Saved entries

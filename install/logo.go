package install

import (
	"bytes"
	"fmt"
	"image"
	"image/color"
	"image/png"
	"math"
	"strings"
)

// The logo: a deep-teal rounded square with a decaying amber curve
// y = e^{-3x}·cos(4πx)-like envelope — the norm of a semigroup settling
// down — drawn over a faint horizontal axis.

var (
	logoBG    = color.NRGBA{0x12, 0x4e, 0x5c, 0xff}
	logoCurve = color.NRGBA{0xf2, 0xa5, 0x3a, 0xff}
	logoAxis  = color.NRGBA{0x9c, 0xc7, 0xcf, 0xff}
)

// curve is the drawn function on [0,1], with values in [0,1] (1 at the top).
func curve(x float64) float64 {
	return 0.5 + 0.38*math.Exp(-3.2*x)*math.Cos(3.5*math.Pi*x)
}

// LogoPNG renders the logo as an n×n PNG.
func LogoPNG(n int) []byte {
	img := image.NewNRGBA(image.Rect(0, 0, n, n))
	s := float64(n)
	r := 0.18 * s // corner radius
	margin := 0.16 * s
	width := 0.075 * s
	const sub = 4 // supersampling per axis
	for py := 0; py < n; py++ {
		for px := 0; px < n; px++ {
			var bg, fg, ax int
			for sy := 0; sy < sub; sy++ {
				for sx := 0; sx < sub; sx++ {
					x := float64(px) + (float64(sx)+0.5)/sub
					y := float64(py) + (float64(sy)+0.5)/sub
					if !inRoundedSquare(x, y, s, r) {
						continue
					}
					bg++
					u := (x - margin) / (s - 2*margin)
					if u >= 0 && u <= 1 {
						cy := margin + (1-curve(u))*(s-2*margin)
						if math.Abs(y-cy) < width/2*math.Sqrt(1+slope(u, s, margin)) {
							fg++
							continue
						}
					}
					if math.Abs(y-s/2) < 0.02*s+0.3 && x > margin && x < s-margin {
						ax++
					}
				}
			}
			tot := float64(sub * sub)
			a := float64(bg) / tot
			if a == 0 {
				continue
			}
			mix := func(c0, c1, c2 uint8) uint8 {
				b := float64(bg - fg - ax)
				v := (b*float64(c0) + float64(fg)*float64(c1) + float64(ax)*float64(c2)) / float64(bg)
				return uint8(math.Round(v))
			}
			img.SetNRGBA(px, py, color.NRGBA{
				R: mix(logoBG.R, logoCurve.R, logoAxis.R),
				G: mix(logoBG.G, logoCurve.G, logoAxis.G),
				B: mix(logoBG.B, logoCurve.B, logoAxis.B),
				A: uint8(math.Round(255 * a)),
			})
		}
	}
	var buf bytes.Buffer
	if err := png.Encode(&buf, img); err != nil {
		panic(err) // encoding an in-memory image cannot fail
	}
	return buf.Bytes()
}

// slope returns (dy/dx)² of the drawn curve in pixels, to keep the stroke
// width even on steep parts.
func slope(u, s, margin float64) float64 {
	const h = 1e-4
	d := (curve(u+h) - curve(u-h)) / (2 * h)
	return d * d
}

func inRoundedSquare(x, y, s, r float64) bool {
	cx := math.Min(math.Max(x, r), s-r)
	cy := math.Min(math.Max(y, r), s-r)
	return (x-cx)*(x-cx)+(y-cy)*(y-cy) <= r*r
}

// LogoSVG returns the logo as an SVG document on a 64×64 canvas.
func LogoSVG() string {
	const s, margin = 64.0, 0.16 * 64
	var pts []string
	for i := 0; i <= 64; i++ {
		u := float64(i) / 64
		pts = append(pts, fmt.Sprintf("%.2f,%.2f", margin+u*(s-2*margin), margin+(1-curve(u))*(s-2*margin)))
	}
	hex := func(c color.NRGBA) string { return fmt.Sprintf("#%02x%02x%02x", c.R, c.G, c.B) }
	return fmt.Sprintf(`<svg xmlns="http://www.w3.org/2000/svg" width="64" height="64" viewBox="0 0 64 64">
<rect width="64" height="64" rx="11.5" fill="%s"/>
<line x1="%.2f" y1="32" x2="%.2f" y2="32" stroke="%s" stroke-width="2.5"/>
<polyline points="%s" fill="none" stroke="%s" stroke-width="4.8" stroke-linecap="round" stroke-linejoin="round"/>
</svg>
`, hex(logoBG), margin, s-margin, hex(logoAxis), strings.Join(pts, " "), hex(logoCurve))
}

■ **TASK DETAILS**: List all lines above in which the string "height" appears.

■ **REPLY**:
	return fmt.Sprintf(`<svg xmlns="http://www.w3.org/2000/svg" width="64" height="64" viewBox="0 0 64 64">
<rect width="64" height="64" rx="11.5" fill="%s"/>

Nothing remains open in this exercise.